[Dataset entries]
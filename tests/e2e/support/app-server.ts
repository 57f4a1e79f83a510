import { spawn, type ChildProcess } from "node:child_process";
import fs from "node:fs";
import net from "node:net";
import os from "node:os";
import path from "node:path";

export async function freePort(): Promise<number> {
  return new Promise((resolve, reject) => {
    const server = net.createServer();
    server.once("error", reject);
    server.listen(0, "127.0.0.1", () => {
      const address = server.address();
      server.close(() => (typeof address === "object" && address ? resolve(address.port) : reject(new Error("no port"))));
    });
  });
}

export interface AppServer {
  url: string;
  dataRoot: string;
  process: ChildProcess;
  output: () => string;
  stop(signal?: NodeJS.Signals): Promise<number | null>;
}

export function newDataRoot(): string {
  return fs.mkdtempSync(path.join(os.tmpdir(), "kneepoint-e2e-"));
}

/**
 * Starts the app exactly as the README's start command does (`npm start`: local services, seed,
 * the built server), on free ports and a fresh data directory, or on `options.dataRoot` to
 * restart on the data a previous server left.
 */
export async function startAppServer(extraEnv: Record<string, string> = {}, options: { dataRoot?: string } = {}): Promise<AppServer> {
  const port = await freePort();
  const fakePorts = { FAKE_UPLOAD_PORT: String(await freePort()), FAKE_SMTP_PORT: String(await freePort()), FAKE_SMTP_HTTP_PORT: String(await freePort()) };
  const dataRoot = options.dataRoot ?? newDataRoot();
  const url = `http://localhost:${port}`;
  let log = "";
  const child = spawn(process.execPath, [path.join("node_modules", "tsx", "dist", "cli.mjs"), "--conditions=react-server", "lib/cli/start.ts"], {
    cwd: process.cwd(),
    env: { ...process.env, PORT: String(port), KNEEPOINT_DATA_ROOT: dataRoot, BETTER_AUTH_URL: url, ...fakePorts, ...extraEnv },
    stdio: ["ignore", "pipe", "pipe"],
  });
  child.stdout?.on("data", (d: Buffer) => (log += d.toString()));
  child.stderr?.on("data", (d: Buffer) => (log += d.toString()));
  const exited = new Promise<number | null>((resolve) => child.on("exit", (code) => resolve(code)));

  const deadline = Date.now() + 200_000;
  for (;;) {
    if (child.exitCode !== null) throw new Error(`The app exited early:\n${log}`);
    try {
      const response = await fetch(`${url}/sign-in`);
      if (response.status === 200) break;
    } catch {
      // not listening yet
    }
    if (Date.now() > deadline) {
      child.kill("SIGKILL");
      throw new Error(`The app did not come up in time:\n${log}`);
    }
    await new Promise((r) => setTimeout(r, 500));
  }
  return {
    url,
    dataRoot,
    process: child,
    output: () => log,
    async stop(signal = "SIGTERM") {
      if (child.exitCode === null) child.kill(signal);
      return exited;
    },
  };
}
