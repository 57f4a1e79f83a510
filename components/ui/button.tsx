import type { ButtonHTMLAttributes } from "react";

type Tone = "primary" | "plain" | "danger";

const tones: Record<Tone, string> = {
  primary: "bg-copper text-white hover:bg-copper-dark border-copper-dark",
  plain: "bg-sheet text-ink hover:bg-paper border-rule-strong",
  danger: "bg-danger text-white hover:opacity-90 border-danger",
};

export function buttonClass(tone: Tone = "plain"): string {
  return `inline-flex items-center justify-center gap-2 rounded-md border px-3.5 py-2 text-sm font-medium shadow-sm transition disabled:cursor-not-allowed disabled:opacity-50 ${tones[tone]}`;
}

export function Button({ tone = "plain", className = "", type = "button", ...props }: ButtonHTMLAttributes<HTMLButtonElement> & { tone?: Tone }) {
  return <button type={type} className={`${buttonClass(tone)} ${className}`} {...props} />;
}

--- What you have to do ---
Start at the first line of the entries above. Set down each line exactly through the one with "export async function freePort(): Promise<number>", and stop there.

--- Solution for this problem ---
filename tests/e2e/support/app-server.ts
repository 57f4a1e79f83a510
import { spawn, type ChildProcess } from "node:child_process";
import fs from "node:fs";
import net from "node:net";
import os from "node:os";
import path from "node:path";

export async function freePort(): Promise<number> {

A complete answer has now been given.